Records contained in a dataset:
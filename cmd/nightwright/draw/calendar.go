package draw

import (
	"fmt"
	"math"

	"nightwright/visibility"
)

// CalendarNight is one night of a site.
type CalendarNight struct {
	Label        string  // the date of its evening
	Midnight     float64 // the middle of the night's label at the site, UTC Unix s
	Set          []visibility.Interval
	Nautical     []visibility.Interval // Sun under -12 deg
	Dark         []visibility.Interval // Sun under -18 deg
	Moon         []visibility.Interval // Moon up
	Illumination float64
}

// CalendarUse is one telescope's night.
type CalendarUse struct {
	Open, Used float64 // h
	Price      float64 // coverage per hour
	Visits     int
}

// CalendarSite is one site's nights with its telescopes'.
type CalendarSite struct {
	Name       string
	Nights     []CalendarNight
	Telescopes []string
	Use        [][]CalendarUse // by telescope and night
}

const (
	calLeft, calWidth = 118.0, 858.0
	calStrip          = 11.0
)

// Calendar draws each site's nights, side by side: when it is dark and the
// Moon is up, and, below, how far each telescope's night is used and what an
// hour of it is worth. days are the nights' dates, UTC Unix s.
func Calendar(name, title string, sites []CalendarSite, days []float64) *Canvas {
	c := New(name, title, 1000, 100)
	dear := 0.0
	for _, s := range sites {
		for _, tel := range s.Use {
			for _, u := range tel {
				dear = max(dear, u.Price)
			}
		}
	}
	y := c.legend(20, 18, 960, []Key{
		{Style{Fill: Day}, "Sun up", false}, {Style{Fill: Dusk}, "Sun 0 to -12°", false}, {Style{Fill: Gloom}, "-12 to -18°", false},
		{Style{Fill: Dark}, "dark", false}, {Style{Fill: Moon, Opacity: 0.75}, "Moon up, the stronger the fuller", false},
	})
	y = c.rampKey(20, y+8, "used, of open time", "0", "100 %")
	c.rampKey(330, y-18, "price of an hour", "0", Number(dear*1e6, 0)+" millionths of coverage")
	c.Rect(760, y-18, 14, 11, Style{Stroke: Axis, Width: 1})
	c.Text(780, y-8, "not open", Type{Ink: Soft})
	x := scale{0, float64(len(days)), calLeft, calLeft + calWidth}
	dearest, dearestAt := 0.0, ""
	for _, s := range sites {
		y = c.calendarSite(s, x, y+14, dear)
		for t, tel := range s.Use {
			for n, u := range tel {
				if u.Price > dearest {
					dearest, dearestAt = u.Price, s.Telescopes[t]+" on "+s.Nights[n].Label
				}
			}
		}
	}
	if len(days) > 0 {
		at, text := dates(days[0], days[len(days)-1]+86400, 14)
		for k, t := range at {
			if n := (t - days[0]) / 86400; n < float64(len(days)) {
				c.Text(min(max(x.px(n+0.5), calLeft+22), calLeft+calWidth-18), y+10, text[k], Type{Size: 11, Ink: Soft, Anchor: Middle})
			}
		}
	}
	c.Grow(y + 22)
	c.Alt = fmt.Sprintf("Calendar of %d nights at %d sites: darkness, moonlight, how far nights are used, and what an hour is worth.", len(days), len(sites))
	if dearestAt != "" {
		c.Alt += fmt.Sprintf(" The dearest hours are those of %s.", dearestAt)
	}
	return c
}

// rampKey writes a legend of a ramp and returns the y below it.
func (c *Canvas) rampKey(x, y float64, text, low, high string) float64 {
	c.Text(x, y+10, text, Type{Ink: Soft})
	at := x + textWidth(text, 12) + 12
	c.Text(at, y+10, low, Type{Size: 11, Ink: Soft})
	at += textWidth(low, 11) + 5
	for k := range RampSteps {
		c.Rect(at+float64(k)*14, y, 14, 11, Style{Fill: Ramp0 + Ink(k)})
	}
	c.Text(at+14*RampSteps+6, y+10, high, Type{Size: 11, Ink: Soft})
	return y + 18
}

func (c *Canvas) calendarSite(s CalendarSite, x scale, y, dear float64) float64 {
	const tall = 78.0
	half := 0.0 // h from midnight that must be in sight
	for _, n := range s.Nights {
		for _, iv := range n.Set {
			half = max(half, math.Abs(iv.From-n.Midnight)/3600, math.Abs(iv.To-n.Midnight)/3600)
		}
	}
	half = min(max(half+0.3, 4), 12)
	c.Text(20, y+12, Clip(s.Name, 40), Type{Size: 13, Bold: true})
	c.Text(calLeft+calWidth, y+12, "hours of local mean time", Type{Size: 10, Ink: Soft, Anchor: End})
	y += 20
	v := scale{-half, half, y, y + tall}
	c.Rect(x.at, y, x.end-x.at, tall, Style{Fill: Day})
	layer := func(style Style, of func(n *CalendarNight) []visibility.Interval) {
		for k := range s.Nights {
			n := &s.Nights[k]
			for _, iv := range of(n) {
				from, to := max((iv.From-n.Midnight)/3600, -half), min((iv.To-n.Midnight)/3600, half)
				c.Rect(x.px(float64(k)), v.px(from), x.px(float64(k+1))-x.px(float64(k)), v.px(to)-v.px(from), style)
			}
		}
	}
	layer(Style{Fill: Dusk}, func(n *CalendarNight) []visibility.Interval { return n.Set })
	layer(Style{Fill: Gloom}, func(n *CalendarNight) []visibility.Interval { return n.Nautical })
	layer(Style{Fill: Dark}, func(n *CalendarNight) []visibility.Interval { return n.Dark })
	for step := 1; step <= 5; step++ { // few steps, so that nights share a path
		layer(Style{Fill: Moon, Opacity: 0.14 * float64(step)}, func(n *CalendarNight) []visibility.Interval {
			if int(math.Ceil(n.Illumination*5)) != step {
				return nil
			}
			return overlap(n.Moon, n.Set)
		})
	}
	for h := -9; h <= 9; h += 3 {
		if math.Abs(float64(h)) < half-0.4 {
			c.Text(calLeft-8, v.px(float64(h))+4, fmt.Sprintf("%d h", (h+24)%24), Type{Size: 10, Ink: Soft, Anchor: End})
		}
	}
	y += tall + 4
	for t, tel := range s.Telescopes {
		c.Text(calLeft-8, y+calStrip-2, Clip(tel, 11)+" used", Type{Size: 10, Ink: Soft, Anchor: End})
		c.strip(s, t, x, y, func(u CalendarUse) float64 { return u.Used / u.Open })
		y += calStrip + 1
		c.Text(calLeft-8, y+calStrip-2, "price", Type{Size: 10, Ink: Soft, Anchor: End})
		c.strip(s, t, x, y, func(u CalendarUse) float64 { return u.Price / dear })
		y += calStrip + 5
	}
	return y
}

// strip draws one value of a telescope's nights.
func (c *Canvas) strip(s CalendarSite, t int, x scale, y float64, of func(u CalendarUse) float64) {
	for k, u := range s.Use[t] {
		style := Style{Stroke: Axis, Width: 0.6}
		if u.Open > 0 {
			part := of(u)
			if math.IsNaN(part) {
				part = 0
			}
			style = Style{Fill: Ramp(part)}
		}
		c.Hint(fmt.Sprintf("%s, %s: %.1f of %.1f h used, %d visits, %.0f millionths an hour", s.Nights[k].Label, s.Telescopes[t], u.Used, u.Open, u.Visits, u.Price*1e6))
		c.Rect(x.px(float64(k)), y, max(x.px(float64(k+1))-x.px(float64(k))-0.4, 0.6), calStrip, style)
	}
}

// overlap is the time that lies in both lists.
func overlap(a, b []visibility.Interval) []visibility.Interval {
	var out []visibility.Interval
	for _, p := range a {
		for _, q := range b {
			if from, to := max(p.From, q.From), min(p.To, q.To); to > from {
				out = append(out, visibility.Interval{From: from, To: to})
			}
		}
	}
	return out
}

__About this exercise__. Within these records, how many lines include the word "millionths"? The reply should be that number alone.

__Response to this task__. 2